## AIM OF THE TASK:
Report, in full, each line of the material below in which the string "OffsetTable" occurs.

## SUPPLIED DATA:
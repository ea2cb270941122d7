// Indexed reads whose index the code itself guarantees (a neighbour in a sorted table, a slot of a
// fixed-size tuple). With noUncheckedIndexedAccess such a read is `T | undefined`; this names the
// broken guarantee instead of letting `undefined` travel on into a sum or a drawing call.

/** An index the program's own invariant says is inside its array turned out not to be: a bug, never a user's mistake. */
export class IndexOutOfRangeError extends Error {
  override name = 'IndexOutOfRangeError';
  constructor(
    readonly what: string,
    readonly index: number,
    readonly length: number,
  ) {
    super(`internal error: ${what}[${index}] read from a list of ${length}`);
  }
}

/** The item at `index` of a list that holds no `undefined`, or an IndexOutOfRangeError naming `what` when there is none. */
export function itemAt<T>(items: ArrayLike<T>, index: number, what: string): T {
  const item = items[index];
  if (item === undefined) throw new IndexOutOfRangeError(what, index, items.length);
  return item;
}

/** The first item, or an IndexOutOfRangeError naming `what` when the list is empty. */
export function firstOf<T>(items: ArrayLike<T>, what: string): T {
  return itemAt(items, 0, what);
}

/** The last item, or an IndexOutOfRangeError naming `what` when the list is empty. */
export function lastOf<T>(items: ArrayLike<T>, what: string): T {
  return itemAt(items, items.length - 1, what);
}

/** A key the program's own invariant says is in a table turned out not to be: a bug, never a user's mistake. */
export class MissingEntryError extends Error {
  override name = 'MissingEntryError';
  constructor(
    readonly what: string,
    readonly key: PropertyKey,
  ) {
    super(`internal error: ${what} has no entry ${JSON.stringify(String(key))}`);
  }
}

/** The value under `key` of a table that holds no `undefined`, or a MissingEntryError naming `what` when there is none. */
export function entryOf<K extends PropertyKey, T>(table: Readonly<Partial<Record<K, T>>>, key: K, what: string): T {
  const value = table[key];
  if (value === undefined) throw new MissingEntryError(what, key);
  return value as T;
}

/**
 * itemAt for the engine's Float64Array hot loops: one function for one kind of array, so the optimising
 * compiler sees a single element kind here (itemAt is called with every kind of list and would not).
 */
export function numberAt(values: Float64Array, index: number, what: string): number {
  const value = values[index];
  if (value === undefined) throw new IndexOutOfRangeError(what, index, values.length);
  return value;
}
* * *
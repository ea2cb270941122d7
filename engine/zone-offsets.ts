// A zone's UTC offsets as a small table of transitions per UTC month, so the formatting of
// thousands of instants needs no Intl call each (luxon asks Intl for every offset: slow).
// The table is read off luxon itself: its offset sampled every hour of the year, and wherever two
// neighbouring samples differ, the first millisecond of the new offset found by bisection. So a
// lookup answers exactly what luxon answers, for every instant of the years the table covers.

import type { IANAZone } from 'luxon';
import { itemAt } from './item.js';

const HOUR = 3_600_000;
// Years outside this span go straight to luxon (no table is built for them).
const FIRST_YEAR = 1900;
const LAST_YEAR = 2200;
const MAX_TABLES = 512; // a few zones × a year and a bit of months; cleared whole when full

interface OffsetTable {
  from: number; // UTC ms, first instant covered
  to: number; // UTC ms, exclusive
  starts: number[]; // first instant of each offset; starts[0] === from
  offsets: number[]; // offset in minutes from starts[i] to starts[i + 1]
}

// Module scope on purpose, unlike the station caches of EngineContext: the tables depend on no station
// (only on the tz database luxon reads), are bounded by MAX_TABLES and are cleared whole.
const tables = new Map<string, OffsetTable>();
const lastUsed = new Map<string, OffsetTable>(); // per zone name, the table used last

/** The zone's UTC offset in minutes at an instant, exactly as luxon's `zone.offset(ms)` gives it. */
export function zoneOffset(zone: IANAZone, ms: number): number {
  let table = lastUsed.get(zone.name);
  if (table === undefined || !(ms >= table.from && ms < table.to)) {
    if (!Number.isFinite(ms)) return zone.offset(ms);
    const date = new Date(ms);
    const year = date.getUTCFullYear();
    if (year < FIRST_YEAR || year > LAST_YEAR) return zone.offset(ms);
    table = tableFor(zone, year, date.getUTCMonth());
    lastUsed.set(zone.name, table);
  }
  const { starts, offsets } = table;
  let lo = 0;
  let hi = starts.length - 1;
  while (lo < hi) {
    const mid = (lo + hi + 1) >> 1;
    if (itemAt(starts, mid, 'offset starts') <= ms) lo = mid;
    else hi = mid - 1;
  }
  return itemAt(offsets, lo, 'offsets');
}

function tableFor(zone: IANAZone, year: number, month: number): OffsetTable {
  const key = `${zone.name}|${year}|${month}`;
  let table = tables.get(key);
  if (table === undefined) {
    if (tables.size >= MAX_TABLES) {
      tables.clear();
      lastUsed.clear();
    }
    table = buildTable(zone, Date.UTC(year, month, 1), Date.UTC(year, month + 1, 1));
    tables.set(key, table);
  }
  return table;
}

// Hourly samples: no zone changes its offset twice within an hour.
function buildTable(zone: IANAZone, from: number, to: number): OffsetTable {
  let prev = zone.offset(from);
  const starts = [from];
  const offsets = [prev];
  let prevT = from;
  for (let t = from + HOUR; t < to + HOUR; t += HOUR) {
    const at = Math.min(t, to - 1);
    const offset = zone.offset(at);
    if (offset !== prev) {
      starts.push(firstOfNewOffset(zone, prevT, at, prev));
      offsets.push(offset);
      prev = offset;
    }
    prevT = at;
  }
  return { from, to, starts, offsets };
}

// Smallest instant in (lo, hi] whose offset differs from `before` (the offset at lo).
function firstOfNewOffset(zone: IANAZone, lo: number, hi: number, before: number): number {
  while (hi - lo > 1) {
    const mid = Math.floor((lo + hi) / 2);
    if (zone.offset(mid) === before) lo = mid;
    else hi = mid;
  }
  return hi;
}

## RESPONSE FOR THIS EXERCISE:
interface OffsetTable {
const tables = new Map<string, OffsetTable>();
const lastUsed = new Map<string, OffsetTable>(); // per zone name, the table used last
function tableFor(zone: IANAZone, year: number, month: number): OffsetTable {
function buildTable(zone: IANAZone, from: number, to: number): OffsetTable {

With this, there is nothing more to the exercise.